Из двух сверхфразовых единств состоит воспроизводимое на страницах романов Новикова и Гроссмана пушкинское стихотворение «Узник»: «Сижу за решеткой в темнице сырой. //Вскормленный в неволе орел молодой, //Мой грустный товарищ, махая крылом, //Кровавую пищу клюет под окном, // Клюет, и бросает, и смотрит в окно, // Как будто со мною задумал одно, //Зовет меня взглядом и криком своим // И вымолвить хочет: «Давай улетим! //Мы вольные птицы: пора, брат, пора! //Туда, где за тучей белеет гора, //Туда, где синеют морские края, //Туда, где гуляем лишь ветер... да я!...». Весь текст стихотворения Пушкина, как видим, состоит всего лишь из двух сверхфразовых поэтических единств: первое составляют авторские слова, второе - прямая речь орла. Из двух сверхфразовых единств состоит воспроизводимое и Новиковым, и Гроссманом стихотворение Пушкина «Я пережил свои желанья»: «Я пережил свои желанья, //Яразлюбил свои мечты; // Остались мне одни страданья, //Плоды сердечной пустоты. //Под бурями судьбы жестокой //Увял цветущий мой венец; //Живу печальный, одинокий, //И жду: придет ли мой конец? //Так, поздним хладом пораженный, //Как бури слышен зимний свист, /Юдин на ветке обнаженной //Трепещет запоздалый лист». Первые восемь стихов, как видим, составляют одно целостное по смыслу сверхфразовое единство, а второе - последнее четверостишие.

Конечно, членение стихотворного произведения на сложные синтаксические единства зависит в значительной мере от субъективного понимания поэтического текста. Вот для примера использованный в романе В. Гроссмана текст стихотворения Пушкина «Телега жизни», который, в интерпретации романиста, был навеян поэту безвозвратным отъездом за границу любимой женщины Амалии: «Воспоминания о ней только побуждают писать стихи да наводят на мысль о сближении любви и смерти. На днях я написал «Телегу жизни». Хотите, прочту? - Читайте!: «Хоть тяжело подчас в ней бремя, //Телега на ходу легка: //Ямщик лихой, седое время, //Везет, не слезет с облучка. //С утра садимся мы в телегу; //Мы рады голову сломать //И, презирая лень и негу, //Кричим: пошел!.. //Но в полдень нет уж той отваги; //Порастрясло нас; нам страшней //И косогоры и овраги; //Кричим: полегче, дуралей! //Катит по-прежнему телега, //Под вечер мы привыкли к ней //И дремля едем до ночлега, //А время гонит лошадей». Использованное в романе Гросмана стихотворение Пушкина формально можно расчленить на четыре сверхфразовых единства: каждая строфа имеет свой смысл.
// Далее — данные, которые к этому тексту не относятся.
package assemble

import (
	"fmt"
	"math"
	"runtime"
	"sync"
	"sync/atomic"

	"github.com/formwright/formwright/runtime/dof"
	"github.com/formwright/formwright/runtime/kernel"
	"github.com/formwright/formwright/runtime/mesh"
	"github.com/formwright/formwright/runtime/sparse"
)

// Assembler assembles global sparse systems from element kernels on one
// mesh and dof map. It owns the CSR pattern and the precomputed scatter
// positions; build it once and assemble as often as needed (Picard steps,
// time steps). An Assembler is not safe for concurrent Assemble calls.
type Assembler struct {
	Mesh *mesh.Mesh
	Dofs *dof.Map
	// Workers is the number of goroutines of the element loop; <= 0 means
	// runtime.GOMAXPROCS(0). The result does not depend on it, bit for bit.
	Workers int

	pattern *sparse.CSR
	pos     []int32 // NumCells * NumLocal², positions in Val
	nLocal  int
}

// New builds the pattern (sparse.PatternFromElements over the cells' dofs)
// and the scatter positions (sparse.CSR.ScatterIndex) of every cell.
// Memory: 4·NumLocal² bytes per cell for the positions, besides the
// pattern's 12 bytes per nonzero.
func New(m *mesh.Mesh, dm *dof.Map) *Assembler {
	if m.NumCells() != dm.NumCells || m.Cell != dm.Cell {
		panic(fmt.Sprintf("assemble: dof map of %d %v cells for a mesh of %d %v cells", dm.NumCells, dm.Cell, m.NumCells(), m.Cell))
	}
	a := &Assembler{Mesh: m, Dofs: dm, nLocal: dm.NumLocal}
	a.pattern = sparse.PatternFromElements(dm.NumDofs, dm.NumCells, func(c int, buf []int32) []int32 {
		return append(buf, dm.CellDofs(c)...)
	})
	if a.pattern.NNZ() > math.MaxInt32 {
		panic("assemble: more than 2^31 nonzeros")
	}
	n2 := a.nLocal * a.nLocal
	a.pos = make([]int32, dm.NumCells*n2)
	var p []int
	for c := 0; c < dm.NumCells; c++ {
		p = a.pattern.ScatterIndex(dm.CellDofs(c), p)
		dst := a.pos[c*n2 : (c+1)*n2]
		for i, v := range p {
			dst[i] = int32(v)
		}
	}
	a.pattern.Val = nil // structure only; matrices come from NewMatrix
	return a
}

// Pattern returns the assembler's CSR pattern: RowPtr and Col only (Val
// is nil). Use NewMatrix for a matrix to assemble into.
func (a *Assembler) Pattern() *sparse.CSR { return a.pattern }

// NewMatrix returns a zero matrix with the assembler's pattern; RowPtr and
// Col are shared with the pattern (do not modify them).
func (a *Assembler) NewMatrix() *sparse.CSR {
	p := a.pattern
	return &sparse.CSR{N: p.N, M: p.M, RowPtr: p.RowPtr, Col: p.Col, Val: make([]float64, len(p.Col))}
}

// Input is the per-assembly data passed to the kernels.
type Input struct {
	Time float64
	// Step is the time step Δt of a time-stepped form (the lowered cell
	// quantity time_step); 0 for steady forms.
	Step float64
	// Previous is the global dof vector of the previous iterate, or nil.
	Previous []float64
}

// LayoutError reports a kernel whose layout does not match the dof map.
type LayoutError struct{ Msg string }

func (e *LayoutError) Error() string { return "assemble: " + e.Msg }

// CheckLayout verifies that a kernel layout matches the dof map: same cell,
// fields with the same element degrees and component counts, geometry on
// the mesh's vertices.
func (a *Assembler) CheckLayout(l kernel.Layout) error {
	dm := a.Dofs
	if l.Cell != dm.Cell {
		return &LayoutError{fmt.Sprintf("kernel for %v cells on a %v mesh", l.Cell, dm.Cell)}
	}
	if l.Geometry == nil || l.Geometry.Cell != dm.Cell || l.Geometry.Degree != 1 {
		return &LayoutError{"kernel geometry is not the linear element of the mesh cells (the mesh holds vertices only)"}
	}
	if len(l.Fields) != len(dm.Fields) {
		return &LayoutError{fmt.Sprintf("kernel has %d fields, dof map %d", len(l.Fields), len(dm.Fields))}
	}
	for i, f := range l.Fields {
		g := dm.Fields[i]
		if f.Element.Cell != g.Element.Cell || f.Element.Degree != g.Element.Degree || f.Components != g.Components {
			return &LayoutError{fmt.Sprintf("field %d: kernel has degree %d × %d components, dof map degree %d × %d", i, f.Element.Degree, f.Components, g.Element.Degree, g.Components)}
		}
	}
	return nil
}

// worker holds one goroutine's buffers, made once per Assemble call.
type worker struct {
	k    kernel.Kernel
	in   kernel.CellInput
	prev []float64
}

// batchCells chooses the number of cells whose element data is held at
// once: about 2 MiB of element matrices, at least 64 cells.
func batchCells(n int) int {
	return max(64, (1<<18)/(n*n+n))
}

// subChunk is the number of cells a worker takes at a time in phase 1.
const subChunk = 256

// rowBlockShift: rows are owned in blocks of 64 for the parallel scatter,
// so two workers rarely write the same cache line of Val.
const rowBlockShift = 6

// Assemble zeroes A (which must have the assembler's pattern, see
// NewMatrix) and b (length NumDofs), then adds the element contributions
// of kernel k over all cells and of each facet kernel over the facets of
// its side.
//
// Parallel and deterministic: the cells are taken in batches; in each
// batch the workers first compute the element matrices of sub-chunks of
// 256 cells, taken from a shared counter, into a batch buffer, then
// scatter it, each worker adding
// only the rows it owns (row blocks of 64 dealt round-robin) while walking
// the batch in cell order. Every entry of A and b therefore receives its
// contributions in increasing cell order, whatever the number of workers:
// the result is bit-identical to a plain serial loop. (Greedy colouring
// was the alternative; it visits the cells of a colour scattered over the
// mesh and changes the summation order with the colouring, so a 1-worker
// run would not equal the plain loop.) Facet contributions are added
// after the cells, serially in the side's facet order.
func (a *Assembler) Assemble(k kernel.Kernel, facets []kernel.FacetKernel, A *sparse.CSR, b []float64, in Input) error {
	if err := a.CheckLayout(k.Layout()); err != nil {
		return err
	}
	if len(A.Val) != len(a.pattern.Col) || A.N != a.pattern.N || len(b) != a.Dofs.NumDofs {
		panic(fmt.Sprintf("assemble: matrix with %d entries and vector of %d for a pattern with %d entries and %d dofs", len(A.Val), len(b), len(a.pattern.Col), a.Dofs.NumDofs))
	}
	if in.Previous != nil && len(in.Previous) != a.Dofs.NumDofs {
		panic(fmt.Sprintf("assemble: previous iterate of length %d for %d dofs", len(in.Previous), a.Dofs.NumDofs))
	}
	sides := make([][]mesh.FacetRef, len(facets))
	for i, fk := range facets {
		f, ok := a.Mesh.Boundaries[fk.Side()]
		if !ok {
			return &LayoutError{fmt.Sprintf("boundary integral on side %q, which the mesh does not have (it has %v)", fk.Side(), a.Mesh.BoundaryNames())}
		}
		sides[i] = f
	}
	clear(A.Val)
	clear(b)
	W := a.Workers
	if W <= 0 {
		W = runtime.GOMAXPROCS(0)
	}
	nc := a.Dofs.NumCells
	W = max(1, min(W, nc))
	n := a.nLocal
	ws := make([]*worker, W)
	for w := range ws {
		ws[w] = a.newWorker(k, w, in)
	}
	bs := min(batchCells(n), max(nc, 1))
	bufA := make([]float64, bs*n*n)
	bufB := make([]float64, bs*n)
	for start := 0; start < nc; start += bs {
		end := min(start+bs, nc)
		if W == 1 {
			w := ws[0]
			for c := start; c < end; c++ {
				i := c - start
				a.compute(w, c, bufA[i*n*n:(i+1)*n*n], bufB[i*n:(i+1)*n], in.Previous)
			}
			a.scatterAll(A, b, start, end, bufA, bufB)
			continue
		}
		a.parallelBatch(ws, start, end, A, b, bufA, bufB, in.Previous)
	}
	// Boundary facets, serially.
	w := ws[0]
	fa, fb := bufA[:n*n], bufB[:n]
	fin := &kernel.FacetInput{}
	for i, fk := range facets {
		for _, f := range sides[i] {
			c := int(f.Cell)
			a.Mesh.CellCoords(c, w.in.Coords[:0])
			fin.CellInput = kernel.CellInput{Index: c, Coords: w.in.Coords, Time: in.Time, Step: in.Step}
			if in.Previous != nil {
				a.Dofs.Gather(c, in.Previous, w.prev)
				fin.Previous = w.prev
			}
			fin.Facet = int(f.Facet)
			fk.Facet(fin, fa, fb)
			a.scatterCell(A, b, c, fa, fb)
		}
	}
	return nil
}

// parallelBatch computes and scatters the cells start..end with len(ws)
// workers (phase 1: element data by sub-chunks from a shared counter;
// phase 2: scatter by row ownership, in cell order).
func (a *Assembler) parallelBatch(ws []*worker, start, end int, A *sparse.CSR, b, bufA, bufB, prev []float64) {
	W := len(ws)
	n := a.nLocal
	cnt := end - start
	var wg sync.WaitGroup
	// Phase 1: workers take sub-chunks of the batch from a shared
	// counter (dynamic balance on a shared machine); where a cell's
	// element data is computed does not affect the result.
	var next atomic.Int64
	nsub := int64((cnt + subChunk - 1) / subChunk)
	for w := 0; w < W; w++ {
		wk := ws[w]
		run := func() {
			for {
				j := next.Add(1) - 1
				if j >= nsub {
					return
				}
				lo := start + int(j)*subChunk
				hi := min(lo+subChunk, end)
				for c := lo; c < hi; c++ {
					i := c - start
					a.compute(wk, c, bufA[i*n*n:(i+1)*n*n], bufB[i*n:(i+1)*n], prev)
				}
			}
		}
		if w == W-1 {
			run() // the calling goroutine is the last worker
		} else {
			wg.Go(run)
		}
	}
	wg.Wait()
	for w := 0; w < W-1; w++ {
		wg.Go(func() { a.scatterOwned(A, b, start, end, bufA, bufB, w, W) })
	}
	a.scatterOwned(A, b, start, end, bufA, bufB, W-1, W)
	wg.Wait()
}

func (a *Assembler) newWorker(k kernel.Kernel, w int, in Input) *worker {
	wk := &worker{k: k}
	if f, ok := k.(kernel.Forker); ok && w > 0 {
		wk.k = f.Fork()
	}
	nv := a.Mesh.Cell.NumVertices()
	wk.in.Coords = make([]float64, nv*a.Mesh.Dim)
	wk.in.Time = in.Time
	wk.in.Step = in.Step
	if in.Previous != nil {
		wk.prev = make([]float64, a.nLocal)
	}
	return wk
}

// compute runs the kernel on cell c into Ae, be. No allocation.
func (a *Assembler) compute(w *worker, c int, Ae, be, prev []float64) {
	a.Mesh.CellCoords(c, w.in.Coords[:0])
	w.in.Index = c
	if prev != nil {
		a.Dofs.Gather(c, prev, w.prev)
		w.in.Previous = w.prev
	}
	w.k.Cell(&w.in, Ae, be)
}

// scatterCell adds one element matrix and vector. No allocation.
func (a *Assembler) scatterCell(A *sparse.CSR, b []float64, c int, Ae, be []float64) {
	n := a.nLocal
	pos := a.pos[c*n*n : (c+1)*n*n]
	val := A.Val
	for i, p := range pos {
		val[p] += Ae[i]
	}
	for i, g := range a.Dofs.CellDofs(c) {
		b[g] += be[i]
	}
}

func (a *Assembler) scatterAll(A *sparse.CSR, b []float64, start, end int, bufA, bufB []float64) {
	n := a.nLocal
	for c := start; c < end; c++ {
		i := c - start
		a.scatterCell(A, b, c, bufA[i*n*n:(i+1)*n*n], bufB[i*n:(i+1)*n])
	}
}

// scatterOwned adds, for the cells start..end in order, the rows whose
// block (row >> rowBlockShift) is dealt to worker w of W.
func (a *Assembler) scatterOwned(A *sparse.CSR, b []float64, start, end int, bufA, bufB []float64, w, W int) {
	n := a.nLocal
	val := A.Val
	for c := start; c < end; c++ {
		i := c - start
		dofs := a.Dofs.CellDofs(c)
		pos := a.pos[c*n*n : (c+1)*n*n]
		Ae := bufA[i*n*n : (i+1)*n*n]
		be := bufB[i*n : (i+1)*n]
		for r, g := range dofs {
			if int(g>>rowBlockShift)%W != w {
				continue
			}
			pr, ar := pos[r*n:(r+1)*n], Ae[r*n:(r+1)*n]
			for j, p := range pr {
				val[p] += ar[j]
			}
			b[g] += be[r]
		}
	}
}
Однако как целостное размышление о жизни и смерти, имеющее единый гиперсмысл, оно может быть рассмотрено и как одно, целостное сверхфразовое единство.

Сложные синтаксические целые в структуре стихотворного произведения являются гармонически организованными семантико-стилистическими, экспрессивно - поэтическими единствами, отражающими характерные черты, как данного стихотворного текста, конкретного произведения, так и поэтического языка Пушкина в целом. В сверхфразовых единствах воплощены не только характерные лексические и фразеологические черты языка поэта, но и гармонические, ритмико-интонационные, они отражают живой поэтический язык Пушкина во всем его своеобразии. Умело включенные в историческое повествование, органически связанные с авторским повествовательным текстом, они в наибольшей мере, по сравнению с лексикой и фразеологией, выполняют роль документально достоверного и в то же время выразительного средства языковой историко-поэтической стилизации. Представляя собой семантико-стилистическую единицу более высокого уровня, чем слово, фразеологизм, словосочетание и предложение, сверхфразовые поэтические единства по своей семантике и экспрессии являются ключевыми в речевой структуре художественного произведения наиболее важными, значимыми семантико-стилистическими доминантами, выражающими основной смысл произведения, его художественно-эмоциональное содержание. Приведенные на страницах романов И. Новикова и В. Гроссмана разнообразные сверхфразовые поэтические единства из произведений Пушкина, благодаря их мастерскому художественному использованию, колоритно и разносторонне воспроизводят подлинный язык великого национального поэта.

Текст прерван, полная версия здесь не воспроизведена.